The Media Foundation for West Africa (MFWA) is appalled at the totally unprovoked attack by unknown persons on Mr. Augustine Ahiabor, a journalist with Accra-based Angel FM, while on the beat in Ashaiman, a suburb of Accra, on May 25, 2023.
We join condemn the assault and call on the Ghana Police to expedite the investigations into the case.
The journalist had gone to Ashiaman Lebanon Zone 2, where a public toilet had caved in and trapped at least one man who was using the facility at the time. As he was filming the incident some residents of the sprawling suburb pounced on him and beat him up. His assailants had simply taken offense at him doing his work as a reporter.
Ahiabor told MFWA on phone that he, together with another journalist with Atinka FM, another radio station in Accra, had gone to the scene of the accident to report.
“When we got there, the man who had been trapped in the collapsed toilet had been rescued and was being given a bath. I took out my phone to record the collapsed toilet for a story,” he said.
Just then, he said, the first assailant, an elderly man, approached him and demanded he stop filming.
“After I stopped he ordered that I delete whatever footages and pictures that I had taken of the collapsed toilet. I tried explaining to him that I was a journalist, taking out my ID card so that he could inspect. Just then, a younger man whom I would later learn is the elderly man’s son, joined him and insisted that I delete whatever images I had taken with my camera. The young man also accused me of trying to take photos and footage for money,” he added.
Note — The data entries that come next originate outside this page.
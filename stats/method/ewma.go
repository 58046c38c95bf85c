package method

import (
	"fmt"
	"math"
)

// EWMAChart is an exponentially weighted moving average chart. Z[i] is the
// average after point i; its limits at point i are Limits(i). Beyond lists
// the points whose average lies outside its limits (strictly).
type EWMAChart struct {
	Lambda, L     float64
	Centre, Sigma float64
	Z             []float64
	Beyond        []int
}

// Limits returns the control limits of the average after point i
// (0-based): Centre ∓ L·σ·sqrt(λ/(2−λ)·(1 − (1−λ)^(2(i+1)))), the
// time-varying limits of Lucas and Saccucci (1990).
func (c EWMAChart) Limits(i int) (lower, upper float64) {
	h := c.L * c.Sigma * math.Sqrt(c.Lambda/(2-c.Lambda)*(-math.Expm1(2*float64(i+1)*math.Log1p(-c.Lambda))))
	return c.Centre - h, c.Centre + h
}

// SteadyLimits returns the limits the time-varying ones approach,
// Centre ∓ L·σ·sqrt(λ/(2−λ)).
func (c EWMAChart) SteadyLimits() (lower, upper float64) {
	h := c.L * c.Sigma * math.Sqrt(c.Lambda/(2-c.Lambda))
	return c.Centre - h, c.Centre + h
}

func ctlCheckLambdaL(lambda, l float64) error {
	if !(lambda > 0 && lambda <= 1) {
		return fmt.Errorf("EWMA weight λ = %g: it must be in (0, 1]", lambda)
	}
	if !(l > 0) || math.IsInf(l, 0) {
		return fmt.Errorf("EWMA limit width L = %g: it must be a positive number", l)
	}
	return nil
}

// EWMA computes the exponentially weighted moving average chart of
// Roberts (1959): z₀ = centre, zᵢ = λ·xᵢ + (1−λ)·zᵢ₋₁, judged against the
// time-varying limits of Lucas and Saccucci (1990) (see Limits). sigma is
// the standard deviation of one plotted point (σ for readings, σ/√n for
// means of n). Usual settings: λ = 0.2, L = 3, or λ and L from
// EWMAARL for a wanted in-control run length.
func EWMA(x []float64, centre, sigma, lambda, l float64) (EWMAChart, error) {
	c := EWMAChart{Lambda: lambda, L: l, Centre: centre, Sigma: sigma, Z: make([]float64, len(x))}
	err, _ := EWMACUSUMScan(x, centre, sigma, lambda, l, 0, 0, func(i int, z float64, beyond bool) {
		c.Z[i] = z
		if beyond {
			c.Beyond = append(c.Beyond, i)
		}
	}, nil)
	if err != nil {
		return EWMAChart{}, err
	}
	return c, nil
}

// ctlNextAt is the next point to visit from at[k:] (every point when all;
// -1 when none is left) and its index in at.
func ctlNextAt(at []int, k int, all bool) (int, int) {
	if all {
		return 0, 0
	}
	if k < len(at) {
		return at[k], k
	}
	return -1, k
}

// ctlARLStates is the number of Markov chain states used for the average
// run lengths; the discretisation error falls as 1/states² (Brook and
// Evans 1972), and at this size the figures agree with the published
// tables to their digits (ewma_test.go, cusum_test.go).
const ctlARLStates = 301

// EWMAARL returns the average run length of an EWMA chart with weight λ
// and limits at ±L·sqrt(λ/(2−λ)) standard deviations (the steady-state
// limits) when the mean has shifted by shift standard deviations of one
// point (shift 0: the in-control run length), starting from z₀ = centre.
// It is the Markov chain approximation of Lucas and Saccucci (1990),
// after Brook and Evans (1972), with ctlARLStates states across the
// in-control region.
func EWMAARL(lambda, l, shift float64) (float64, error) {
	if err := ctlCheckLambdaL(lambda, l); err != nil {
		return 0, err
	}
	if math.IsNaN(shift) || math.IsInf(shift, 0) {
		return 0, fmt.Errorf("shift %g: it must be finite", shift)
	}
	m := ctlARLStates
	h := l * math.Sqrt(lambda/(2-lambda))
	w := 2 * h / float64(m)
	ctr := func(j int) float64 { return -h + (float64(j)+0.5)*w }
	a := make([]float64, m*m)
	for i := 0; i < m; i++ {
		base := (1 - lambda) * ctr(i)
		for j := 0; j < m; j++ {
			lo := (ctr(j)-w/2-base)/lambda - shift
			hi := (ctr(j)+w/2-base)/lambda - shift
			p := ctlPhiDiff(lo, hi)
			v := -p
			if i == j {
				v += 1
			}
			a[i*m+j] = v
		}
	}
	return ctlSolveARL(a, m, m/2)
}

// ctlSolveARL solves (I − R)·arl = 1 for the m×m matrix a (row-major,
// overwritten) and returns the run length from the start state. Gaussian
// elimination with partial pivoting (Golub and Van Loan 2013, §3.4),
// written here rather than taken from gonum/mat: this one solve was the
// only use of gonum's linear algebra, which made the page's engine 0.49 MB
// (6 %) larger to download and compile (TestSolveARL checks the solution
// by its residual).
func ctlSolveARL(a []float64, m, start int) (float64, error) {
	b := make([]float64, m)
	for i := range b {
		b[i] = 1
	}
	for k := 0; k < m; k++ {
		p := k
		for i := k + 1; i < m; i++ {
			if math.Abs(a[i*m+k]) > math.Abs(a[p*m+k]) {
				p = i
			}
		}
		if a[p*m+k] == 0 {
			return 0, fmt.Errorf("run length: the chain could not be solved (singular)")
		}
		if p != k {
			for j := k; j < m; j++ {
				a[k*m+j], a[p*m+j] = a[p*m+j], a[k*m+j]
			}
			b[k], b[p] = b[p], b[k]
		}
		piv := a[k*m+k]
		rowK := a[k*m+k+1 : k*m+m]
		for i := k + 1; i < m; i++ {
			f := a[i*m+k] / piv
			if f == 0 {
				continue
			}
			rowI := a[i*m+k+1 : i*m+m]
			for j, v := range rowK {
				rowI[j] -= f * v
			}
			b[i] -= f * b[k]
		}
	}
	for i := m - 1; i >= 0; i-- {
		s := b[i]
		for j := i + 1; j < m; j++ {
			s -= a[i*m+j] * b[j]
		}
		b[i] = s / a[i*m+i]
	}
	v := b[start]
	if !(v >= 1) || math.IsInf(v, 0) {
		return 0, fmt.Errorf("run length %g: too long to compute for these settings", v)
	}
	return v, nil
}
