package method

import (
	"fmt"
	"math"
	"math/rand/v2"
	"testing"
)

// Tabular CUSUM sums against the recursion written out in R 4.2.2
// (testdata/rref/control.R), k = 0.5σ, h = 5σ.
func TestCUSUMAgainstR(t *testing.T) {
	ref := ctlRef(t)
	for _, set := range []string{"ind", "ar", "ties", "small"} {
		m := ref[set]
		x := ctlSeries(t, m, "x")
		ind, _ := Individuals(x, IndividualsOptions{})
		c, err := CUSUM(x, ind.Centre, ind.Sigma.Sigma, 0.5, 5)
		if err != nil {
			t.Fatal(err)
		}
		up, lo := ctlSeries(t, m, "cusum+"), ctlSeries(t, m, "cusum-")
		for i := range x {
			if math.Abs(c.Upper[i]-up[i]) > 1e-12*math.Max(1, up[i]) || math.Abs(c.Lower[i]-lo[i]) > 1e-12*math.Max(1, lo[i]) {
				t.Errorf("%s %d: %g %g, R %g %g", set, i, c.Upper[i], c.Lower[i], up[i], lo[i])
			}
			if (c.Upper[i] == 0) != (c.UpperCount[i] == 0) {
				t.Errorf("%s %d: count %d for sum %g", set, i, c.UpperCount[i], c.Upper[i])
			}
		}
	}
	// The shifted series "ind" (+0.08 after reading 40, σ about 0.055)
	// must signal on the upper side after the shift.
	x := ctlSeries(t, ref["ind"], "x")
	ind, _ := Individuals(x[:40], IndividualsOptions{})
	c, _ := CUSUM(x, ind.Centre, ind.Sigma.Sigma, 0.5, 5)
	if len(c.Beyond) == 0 || c.Beyond[0] < 40 {
		t.Errorf("beyond %v", c.Beyond)
	}
}

// Run lengths: Montgomery (2009) Table 9.3 for k = 0.5, two-sided (from
// memory: h = 4: 168, 26.6, 8.38, 3.34 at shifts 0, 0.5, 1, 2; h = 5:
// 465, 38.0, 10.4, 4.01), and the same Markov chain solved in R 4.2.2.
func TestCUSUMARL(t *testing.T) {
	table := []struct{ h, shift, arl float64 }{
		{4, 0, 168}, {4, 0.5, 26.6}, {4, 1, 8.38}, {4, 2, 3.34},
		{5, 0, 465}, {5, 0.5, 38.0}, {5, 1, 10.4}, {5, 2, 4.01},
	}
	ref := ctlRef(t)
	for _, r := range table {
		got, err := CUSUMARL(0.5, r.h, r.shift)
		if err != nil {
			t.Fatal(err)
		}
		if math.Abs(got.TwoSided-r.arl) > 0.005*r.arl {
			t.Errorf("h=%g shift %g: ARL %.3f, table %g", r.h, r.shift, got.TwoSided, r.arl)
		}
		if r.shift == 0 && got.Upper != got.Lower {
			t.Errorf("in control: sides differ %g %g", got.Upper, got.Lower)
		}
		if want, ok := ref[fmt.Sprintf("cusum-h%g", r.h)][fmt.Sprintf("arl:%g", r.shift)]; ok {
			ctlClose(t, "CUSUM ARL vs R", got.TwoSided, want, 1e-9)
		}
	}
	for _, bad := range [][2]float64{{-1, 4}, {0.5, 0}, {math.NaN(), 4}} {
		if _, err := CUSUMARL(bad[0], bad[1], 0); err == nil {
			t.Errorf("%v: no error", bad)
		}
	}
}

// ctlPos is the built-in max(0, s) for every s but NaN, bit for bit (so -0
// gives +0, as max does): checked on the edge cases and on random bits.
func TestCtlPos(t *testing.T) {
	same := func(s float64) {
		if got, want := ctlPos(s), max(0, s); math.Float64bits(got) != math.Float64bits(want) {
			t.Errorf("ctlPos(%v) = %v (%#x), max(0, s) = %v", s, got, math.Float64bits(got), want)
		}
	}
	for _, s := range []float64{0, math.Copysign(0, -1), 1, -1, 5e-324, -5e-324, math.MaxFloat64, -math.MaxFloat64, math.Inf(1), math.Inf(-1)} {
		same(s)
	}
	r := rand.New(rand.NewPCG(1, 2))
	for i := 0; i < 100000; i++ {
		if s := math.Float64frombits(r.Uint64()); !math.IsNaN(s) {
			same(s)
		}
	}
}
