package method

import (
	"math"
	"math/big"
	"sort"

	"lotlens/stats/decimal"
)

// Constants of the suspect-reading rules.
const (
	ModifiedZLimit = 3.5    // Iglewicz and Hoaglin (1993)
	ModifiedZConst = 0.6745 // Iglewicz and Hoaglin (1993): Φ⁻¹(0.75), rounded as published
	MADScale       = 1.4826 // Hampel (1974): 1/Φ⁻¹(0.75), rounded as usually published
)

// TukeyFences are Tukey's (1977, Exploratory Data Analysis) fences k IQR
// beyond the quartiles: q1 - k(q3-q1) and q3 + k(q3-q1) (k = 1.5 inner,
// 3 outer: common practice).
func TukeyFences(q1, q3, k float64) (lo, hi float64) {
	iqr := q3 - q1
	return q1 - k*iqr, q3 + k*iqr
}

// TukeyFencesExact are TukeyFences in exact rational arithmetic, for
// quartiles that are exact decimals: a reading on a fence is on it, not
// beyond (11.30 with quartiles 10.00 and 10.52).
func TukeyFencesExact(q1, q3, k *big.Rat) (lo, hi *big.Rat) {
	iqr := new(big.Rat).Sub(q3, q1)
	d := new(big.Rat).Mul(k, iqr)
	return new(big.Rat).Sub(q1, d), new(big.Rat).Add(q3, d)
}

// AdjustedBoxFences are the fences of the adjusted box plot of Hubert and
// Vandervieren (2008), "An adjusted boxplot for skewed distributions",
// Comput. Stat. Data Anal. 52, 5186-5201: Q1 - 1.5·e^{-4MC}·IQR and
// Q3 + 1.5·e^{3MC}·IQR for medcouple MC >= 0, Q1 - 1.5·e^{-3MC}·IQR and
// Q3 + 1.5·e^{4MC}·IQR for MC < 0.
func AdjustedBoxFences(q1, q3, mc float64) (lo, hi float64) {
	iqr := q3 - q1
	if mc >= 0 {
		return q1 - 1.5*math.Exp(-4*mc)*iqr, q3 + 1.5*math.Exp(3*mc)*iqr
	}
	return q1 - 1.5*math.Exp(-3*mc)*iqr, q3 + 1.5*math.Exp(4*mc)*iqr
}

// ModifiedZHalfWidthExact is the distance from the median beyond which
// the modified z-score |0.6745(x - median)/MAD| exceeds 3.5 (Iglewicz and
// Hoaglin 1993, How to Detect and Handle Outliers, ASQC), exactly:
// 3.5·MAD/0.6745 = 35000·MAD/6745, MAD the raw median absolute deviation.
func ModifiedZHalfWidthExact(mad *big.Rat) *big.Rat {
	return new(big.Rat).Mul(mad, big.NewRat(35000, 6745))
}

// ModifiedZHalfWidth is ModifiedZHalfWidthExact in binary floating point.
func ModifiedZHalfWidth(mad float64) float64 { return ModifiedZLimit * mad / ModifiedZConst }

// MedianAbsDev is the raw median absolute deviation from med (Hampel 1974)
// of the ascending slice, in O(n): the deviations below and above med are
// two sorted runs, merged up to the middle rank.
func MedianAbsDev(sorted []float64, med float64) float64 {
	n := len(sorted)
	if n == 0 {
		return 0
	}
	s := sort.SearchFloat64s(sorted, med)
	i, j := s-1, s // next deviation from each run
	next := func() float64 {
		var d float64
		if j >= n || (i >= 0 && med-sorted[i] <= sorted[j]-med) {
			d = med - sorted[i]
			i--
		} else {
			d = sorted[j] - med
			j++
		}
		return d
	}
	var a float64
	for k := 0; k <= (n-1)/2; k++ {
		a = next()
	}
	if n%2 == 1 {
		return a
	}
	b := next()
	return a/2 + b/2
}

// MedianAbsDevExact is MedianAbsDev on the decimals as typed: the ascending
// slice lies on g and med2 is twice the median in mantissa units (an
// integer: the median is a value or the mean of two). The deviations
// |2m - med2| are integers, merged as in MedianAbsDev; the result is exact.
func MedianAbsDevExact(sorted []float64, g decimal.Grid, med2 int64) *big.Rat {
	n := len(sorted)
	if n == 0 {
		return new(big.Rat)
	}
	// first index with 2m >= med2
	lo := sort.Search(n, func(h int) bool { return 2*g.M(sorted[h]) >= med2 })
	// the deviations in ascending order, from the two sides of the median
	// (below: lo-1 down, above: lo up), a run of equal readings at a time
	// (a long run costs a few comparisons, decimal.RunStart and RunEnd): a
	// is the deviation at position (n-1)/2 of that order, b at the next
	i, j := lo-1, lo
	k := (n - 1) / 2
	var a, b int64
	for taken := 0; taken <= k+1 && (i >= 0 || j < n); {
		var d int64
		var cnt int
		if j >= n || (i >= 0 && med2-2*g.M(sorted[i]) <= 2*g.M(sorted[j])-med2) {
			d = med2 - 2*g.M(sorted[i])
			s := decimal.RunStart(sorted, i)
			cnt, i = i-s+1, s-1
		} else {
			d = 2*g.M(sorted[j]) - med2
			e := decimal.RunEnd(sorted, j)
			cnt, j = e-j, e
		}
		if taken <= k && k < taken+cnt {
			a = d
		}
		if taken <= k+1 && k+1 < taken+cnt {
			b = d
		}
		taken += cnt
	}
	den := new(big.Int).Mul(big.NewInt(2), g.Denom())
	num := big.NewInt(a)
	if n%2 == 0 {
		num.Add(num, big.NewInt(b))
		den.Mul(den, big.NewInt(2))
	}
	return new(big.Rat).SetFrac(num, den)
}

// GESDStep is one step of the generalized ESD procedure: the index (into
// the ascending slice) of the most extreme remaining value, its Studentized
// deviate R and the critical value Lambda.
type GESDStep struct {
	Index     int
	R, Lambda float64
}

// GESDMaxSuspects is r = min(10, max(1, ⌊n/10⌋)), our cap on the number of
// suspects the generalized ESD tests.
func GESDMaxSuspects(n int) int { return min(10, max(1, n/10)) }

// GESD runs the generalized extreme Studentized deviate procedure of
// Rosner (1983), "Percentage points for a generalized ESD many-outlier
// procedure", Technometrics 25, 165-172, at level alpha for up to r
// suspects on the ascending slice (with r = 1 it is Grubbs' 1969 two-sided
// test). It returns the steps computed (fewer than r when the remaining
// values are all equal) and the number of outliers: the largest i with
// R_i > λ_i. The extremes of the remaining values are always at the two
// ends, so each step is O(1) after one pass for the moments.
func GESD(sorted []float64, alpha float64, r int) (steps []GESDStep, outliers int) {
	n := len(sorted)
	if n < 3 {
		return nil, 0
	}
	var c float64
	for _, x := range sorted {
		c += x
	}
	c /= float64(n)
	if !normalFinite(c) {
		c = sorted[n/2]
	}
	moments := func(lo, hi int) (s1, s2 float64) {
		for _, x := range sorted[lo : hi+1] {
			d := x - c
			s1 += d
			s2 += d * d
		}
		return
	}
	lo, hi := 0, n-1
	s1, s2 := moments(lo, hi)
	steps = make([]GESDStep, 0, r)
	for i := 1; i <= r; i++ {
		nn := hi - lo + 1
		if nn < 3 {
			break
		}
		fn := float64(nn)
		mean := c + s1/fn
		v := (s2 - s1*s1/fn) / (fn - 1)
		if !(v > 0) || !normalFinite(v) {
			break
		}
		sd := math.Sqrt(v)
		dl, dh := mean-sorted[lo], sorted[hi]-mean
		idx := hi
		dev := dh
		if dl > dh {
			idx, dev = lo, dl
		}
		R := dev / sd
		p := 1 - alpha/(2*fn)
		tq := tQuantile(fn-2, p)
		lam := (fn - 1) * tq / math.Sqrt((fn-2+tq*tq)*fn)
		if !normalFinite(R) || !normalFinite(lam) {
			break
		}
		steps = append(steps, GESDStep{Index: idx, R: R, Lambda: lam})
		if R > lam {
			outliers = i
		}
		d := sorted[idx] - c
		ns2 := s2 - d*d
		s1 -= d
		if idx == lo {
			lo++
		} else {
			hi--
		}
		if ns2 < 1e-8*s2 { // cancellation: recompute the sums exactly
			s1, s2 = moments(lo, hi)
		} else {
			s2 = ns2
		}
	}
	return steps, outliers
}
The journalist explained that he presented his ID card to the young man too, “but he dismissed it saying ‘journalist my foot.”’ The resultant melee attracted others who thronged around the two journalists and started beating him.
“I was hit in the back a couple of times and also in the belly area. Later my colleague from Atinka FM told me that one of the attackers had intended to hit my head with a hammer, however, he had managed to restrain him. In the commotion, somebody took my phone,” the journalist said.
The journalist says that later he got his phone back from the Assemblyman for the area who had somehow managed to seize it from the assailants. Even so, the son of the first assailant had insisted that he was an IT technician and that he could not trust the journalist to delete the footages or pictures he had taken with his phone’s camera and therefore they had to go to his house so he could format the phone.
“It was when we got to his house that we realized that the phone was spoilt,” the journalist said.
He confirmed that he has since reported the incident to the Police, who issued him with a medical form.
“I have attended the hospital and given the form back to the Police. The Police have since also arrested the elderly man and his son and given them bail; the other attackers however are on the run,” Mr. Ahiabor said.
The MFWA condemns this gratuitous assault on a journalist on duty, and reiterates our call on the Police to expedite action on the prosecution process. It is very important that such crude attacks on journalists are punished to deter future attacks on journalists.